Blue Waters enables more efficient science, summarized Paul Woodward, professor of astronomy at the University of Minnesota. Researchers can run simulations quickly and then have more time to draw meaning from the results while someone else runs their simulations. NCSA Director Ed Seidel added that big computing and big data will revolutionize science, whether physical or social, by making possible the formerly impossible. Many problems are too complex to solve without such resources.

A few talks touched on social sciences that initially seem incongruous with supercomputing. For example, Shaowen Wang, director of the new CyberGIS Center at the University of Illinois, is leading an exploration into minimizing bias in voting districts. Later in the same session, Keith Bisset, of the Network Dynamics and Simulation Science Laboratory at Virginia Tech, said he simulated one scenario of disease propagation for the entire U.S. population for four months in just 12 seconds using 352,000 cores. He estimated that the world population would take 6-10 minutes per scenario, though he emphasized that a realistic assessment of disease threat would require many such runs.

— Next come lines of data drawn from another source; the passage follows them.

def blood_design(study: Any, candidates_min: Sequence[float], target: str, *,
                 noise_sd: float = HB_NOISE_SD_G_PER_DL, hb_ref: float = HB_REF_G_PER_DL,
                 points: int = 4, draws: int = 4000, seed: int | None = None) -> BloodDesign:
    """The design problem of :func:`blood_sampling_times` (arguments there; no ``k``).

    Returns
    -------
    BloodDesign

    Raises
    ------
    InputError
        Not a whole_body study, a candidate time outside (0, end], an unknown target.
    """
    plan = getattr(study, "timeline", None)
    file = getattr(study, "file", None)
    if plan is None:
        raise InputError("blood-sampling times need a whole_body study (its [[interventions]] and [timeline])",
                         file=file, key="study.model", value=getattr(study, "model", None))
    times = np.array(sorted({float(t) for t in candidates_min}), dtype=float)
    if times.size == 0 or times[0] <= 0 or times[-1] > float(plan.end):
        raise InputError(f"candidate times lie after 0 and at most the timeline's end ({plan.end:g} min)",
                         file=file, key="candidates", value=list(candidates_min))
    seed = int(seed if seed is not None else getattr(study, "seed", 0) or 0)
    names, logs, S = _phi_of(study, draws, seed)
    prior_cov = np.cov(S, rowvar=False)
    centre = np.median(S, axis=0)
    pts = np.vstack([centre, S[1:points]]) if points > 1 else centre[None, :]

    def values(phi: np.ndarray) -> dict[str, np.ndarray]:
        return {q: np.exp(phi[:, j]) if logs[j] else phi[:, j] for j, q in enumerate(names)}

    point = parse_time_endpoint(target, plan, file=file, key="target")
    natural = None
    if point is not None:
        def endpoint(phi: np.ndarray) -> np.ndarray:
            return values_at(study, point, values(phi))[:, None]

        grads = jacobian(endpoint, pts, batched=True)[:, 0, :]
        unit = point.unit
    elif target in names:
        j = names.index(target)
        grads = np.zeros_like(pts)
        grads[:, j] = 1.0
        unit = units.CANONICAL.get(target, "")
        natural = np.exp(pts[:, j]) if logs[j] else None  # delta method from the log scale
    else:
        raise InputError(f"the target is an uncertain quantity of the study ({', '.join(names)}) or a time course "
                         "at a time (\"NAME at TIME\")", file=file, key="target", value=target)

    def hb_at_times(phi: np.ndarray) -> np.ndarray:
        c = whole_body_course(input_values(study, values(phi)), study, "hb_ratio", np)
        series = np.stack([np.asarray(x, dtype=float) * np.ones(len(phi)) for x in c["hb_ratio"]], axis=1)
        lo, hi, w = interpolation(times, c["times_min"])
        return (1.0 - w) * series[:, lo] + w * series[:, hi]  # (rows, G)

    J = jacobian(hb_at_times, pts, batched=True)  # (M, G, p)
    y = hb_at_times(centre[None, :])[0]
    sd = noise_sd * np.sqrt(1.0 + y**2) / hb_ref  # the kind's delta method, at the prior median
    return BloodDesign(times=times, info=information(J / sd[None, :, None], 1.0),
                       crit=TargetCriterion(grads, prior_cov), prior_cov=prior_cov, names=names, unit=unit,
                       natural=natural)


def blood_sampling_times(study: Any, candidates_min: Sequence[float], k: int, target: str, *,
                         noise_sd: float = HB_NOISE_SD_G_PER_DL, hb_ref: float = HB_REF_G_PER_DL,
                         points: int = 4, draws: int = 4000, seed: int | None = None) -> dict[str, Any]:
    """The ``k`` candidate times to draw blood for haemoglobin that most narrow ``target``'s posterior.

    Parameters
    ----------
    study : Study
        A ``whole_body`` study (its interventions and ``[timeline]``).
    candidates_min : sequence of float
        Candidate sampling times after 0, min (at most the timeline's end); a baseline at 0 is always drawn.
    k : int
        Number of samples after the baseline.
    target : str
        An uncertain quantity of the study (e.g. ``Kf``) or ``"NAME at TIME"`` (a time course at a time).
    noise_sd : float
        sd of one haemoglobin reading, g/dL.
    hb_ref : float
        Resting haemoglobin, g/dL (scales the ratio's error).
    points : int
        Linearisation points (the prior median and further prior draws).
    draws : int
        Prior draws the moments of phi are matched to.
    seed : int, optional
        Default the study's seed.

    Returns
    -------
    dict
        ``times_min`` (the chosen times, min), ``posterior_sd`` and ``prior_sd`` of the target (its unit),
        ``equal_spacing`` (``times_min``, ``posterior_sd``, ``criterion``), ``sd_ratio`` (chosen over equal spacing;
        below 1 is a gain), ``criterion`` (posterior over prior variance), ``target``, ``unit``, ``parameters``
        (phi names), the noise settings.

    Raises
    ------
    InputError
        Not a whole_body study, a candidate time outside (0, end], k outside 1..number of candidates, an unknown
        target.
    """
    n_cand = len({float(t) for t in candidates_min})
    if not 1 <= k <= max(n_cand, 1):
        raise InputError(f"the number of samples lies between 1 and the {n_cand} candidates",
                         file=getattr(study, "file", None), key="k", value=k)
    d = blood_design(study, candidates_min, target, noise_sd=noise_sd, hb_ref=hb_ref, points=points, draws=draws,
                     seed=seed)
    chosen, base, value = _choose(d, k)
    sd_opt, sd_base = d.sd(d.posterior(chosen)), d.sd(d.posterior(base))
    prior = _prior_sd(d)
    return {"target": target, "unit": d.unit, "times_min": [float(d.times[i]) for i in chosen],
            "posterior_sd": sd_opt, "prior_sd": prior, "criterion": float(value),
            "equal_spacing": {"times_min": [float(d.times[i]) for i in base], "posterior_sd": sd_base,
                              "criterion": float(d.crit(d.posterior(base)))},
            "sd_ratio": sd_opt / sd_base if sd_base > 0 else float("nan"),
            "parameters": d.names, "noise_sd_g_per_dL": noise_sd, "hb_ref_g_per_dL": hb_ref}


def _choose(d: BloodDesign, k: int) -> tuple[list[int], list[int], float]:
    """(chosen indices, equal-spacing indices, criterion of the chosen) for ``k`` samples."""
    base = equal_times(d.times, k)
    chosen, value = select_times(d.info, k, np.linalg.inv(d.prior_cov), d.crit, start=base)
    return chosen, base, float(value)


def _prior_sd(d: BloodDesign) -> float:
    """The target's prior sd (its unit), as :meth:`BloodDesign.sd` reports a posterior one."""
    return d.sd(np.broadcast_to(d.prior_cov, (len(d.crit.grads), *d.prior_cov.shape)))


# --------------------------------------------------------------------------------------------
# the [schedule] section of a whole_body study

#: ``[schedule]`` keys of the venous-cuff schedule only
CUFF_KEYS = ("steps", "step_min", "pressure_grid", "increasing", "measurements", "time_step_min", "noise_sd",
             "criterion", "targets", "transmission", "C_v_median", "C_v_gsd", "tau_v_median", "tau_v_gsd")
#: ``[schedule]`` keys of the blood-sampling schedule only (``linearisation_draws`` serves both)
BLOOD_KEYS = ("candidates", "samples", "target", "hb_sd", "hb_baseline")
#: Most sample counts the posterior-sd-against-K curve of the result covers (common practice: a figure bound).
MAX_CURVE_SAMPLES = 12
#: Prior draws of the individual behind the haemoglobin-ratio band of the figure (common practice).
BAND_DRAWS = 400


def is_blood_study(study: Any) -> bool:
    """True when ``[schedule]`` of ``study`` chooses blood-sampling times (a ``whole_body`` study).

    Parameters
    ----------
    study : Study
        A loaded study.

    Returns
    -------
    bool
    """
    return getattr(study, "model", None) == "whole_body" and getattr(study, "timeline", None) is not None


@dataclass(frozen=True)
class BloodSettings:
    """The blood-sampling settings of a study's ``[schedule]`` section, checked and in canonical units.

    Attributes
    ----------
    candidates : tuple of float
        Candidate sampling times after 0, min (sorted, distinct).
    samples : int
        Samples after the baseline.
    target : str
        A quantity of the study or ``"NAME at TIME"``.
    hb_sd, hb_baseline : float
        sd of one reading and resting haemoglobin, g/dL.
    points : int
        Linearisation points.
    """

    candidates: tuple[float, ...]
    samples: int
    target: str
    hb_sd: float
    hb_baseline: float
    points: int


def _time_min(value: float | str, file: Any, key: str) -> float:
    """A candidate time in min: a number (min) or a string with a time unit."""
    if not isinstance(value, str):
        return float(value)
    try:
        return float(units.registry().Quantity(value).to("min").magnitude)
    except Exception:  # pint raises several error kinds for a bad string or dimension
        raise InputError("not a time with its unit (e.g. \"30 min\", \"2 h\")", file=file, key=key,
                         value=value) from None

Shared evenings, common goals

The most popular speaker of the symposium was Irene Qualters, the National Science Foundation Division of Advanced Cyberinfrastructure director. She spoke Thursday morning about the future of supercomputing at NSF and encouraged users to work with the NSF to ensure that the future of supercomputing met their needs. The symposium and NCSA’s Private Sector Program annual meeting met for dinner Tuesday at Allerton Park and Wednesday at Memorial Stadium, combining the most advanced computational science teams in the country, according to Seidel.

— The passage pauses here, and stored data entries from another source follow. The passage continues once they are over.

def run_case(case: Case, folder: Path, limit: float = 20.0) -> Outcome:
    """Write ``case`` into ``folder`` and run ``fluidshift check`` on it in-process."""
    shutil.rmtree(folder, ignore_errors=True)
    (folder / "data").mkdir(parents=True)
    for csv in DATA.glob("*.csv"):
        shutil.copy(csv, folder / "data" / csv.name)
    for name, body in case.data.items():
        (folder / "data" / name).write_bytes(body.encode("utf-8", "surrogateescape"))
    study = folder / case.study
    study.write_bytes(case.text.encode("utf-8", "surrogatepass"))
    runner = CliRunner()
    try:
        with time_limit(limit):
            result = runner.invoke(main, ["check", str(study), "--quiet"])
    except Hang:
        return Outcome(case, "hang", None, "")
    err = result.stderr
    clean_exit = result.exception is None or (isinstance(result.exception, SystemExit)
                                              and result.exit_code in (0, 2))
    if "Traceback" in result.output or "Traceback" in err or not clean_exit or result.exit_code not in (0, 2):
        return Outcome(case, "traceback", result.exit_code, err + repr(result.exception))
    if result.exit_code == 2:
        if len(err.strip().splitlines()) != 1:
            return Outcome(case, "traceback", 2, err)  # counted as a failure: not one line
        return Outcome(case, "refused", 2, err)
    return Outcome(case, "accepted", 0, err)


def run_corpus(cases: int, seed: int = 20261203, limit: float = 20.0) -> list[Outcome]:
    """Generate ``cases`` seeded cases and run each; the outcomes in order."""
    rng = random.Random(seed)
    out = []
    with tempfile.TemporaryDirectory(prefix="fluidshift-fuzz-") as tmp:
        for i in range(cases):
            case = make_case(rng)
            out.append(run_case(case, Path(tmp) / f"c{i % 4}", limit))
    return out


def figures(outcomes: list[Outcome]) -> dict[str, int]:
    """Counts by outcome: cases, refused cleanly, accepted, tracebacks, hangs."""
    kinds = [o.kind for o in outcomes]
    return {"cases": len(kinds), "refused cleanly": kinds.count("refused"), "accepted": kinds.count("accepted"),
            "tracebacks": kinds.count("traceback"), "hangs": kinds.count("hang")}


def main_(argv: list[str] | None = None) -> int:
    """Command line: run the corpus and print the figures (and each failure)."""
    ap = argparse.ArgumentParser(description=__doc__.splitlines()[0])
    ap.add_argument("--cases", type=int, default=1000)
    ap.add_argument("--seed", type=int, default=20261203)
    ap.add_argument("--limit", type=float, default=20.0, help="seconds per case before it counts as a hang")
    args = ap.parse_args(argv)
    outcomes = run_corpus(args.cases, args.seed, args.limit)
    for o in outcomes:
        if o.kind in ("traceback", "hang"):
            print(f"{o.kind}: {o.case.study} {o.case.mutations}: {o.stderr[-400:]!r}")
    print(json.dumps(figures(outcomes)))
    return 0 if all(o.kind in ("refused", "accepted") for o in outcomes) else 1


if __name__ == "__main__":
    sys.exit(main_())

Seidel remarked after Wednesday’s dinner that he heard a common need from PSP and Blue Waters users: an all-around system that not only can run simulations, but also analyze and visualize data. One of the challenges in the era of Big Data is transferring data between specialized systems.

Science talks throughout the symposium bespoke the advances that Blue Waters enabled. Additionally, researchers envisaged what they could achieve with the next generation of supercomputers, looking forward to the future of large-scale computing. Three working groups discussed Blue Waters 2.0, many-core computing, and data @scale and will release reports in the coming weeks on their findings.

NCSA plans to continue these conversations and connections next year at the 2015 Blue Waters Symposium and lead large-scale computing through the petascale and beyond.

Blue Waters users consist of 120 teams and 575 researchers from 56 universities across the United States, in addition to international collaborators, said Seidel. More than 180 people attended the symposium.

Symposium proceedings

The working group reports, extended abstracts from the science teams, and several other articles that look back on Blue Waters’ first full year are being compiled and will be available in a single publication this summer. Look for Proceedings of the 2014 Blue Waters Symposium on the Blue Waters portal or in print from NCSA.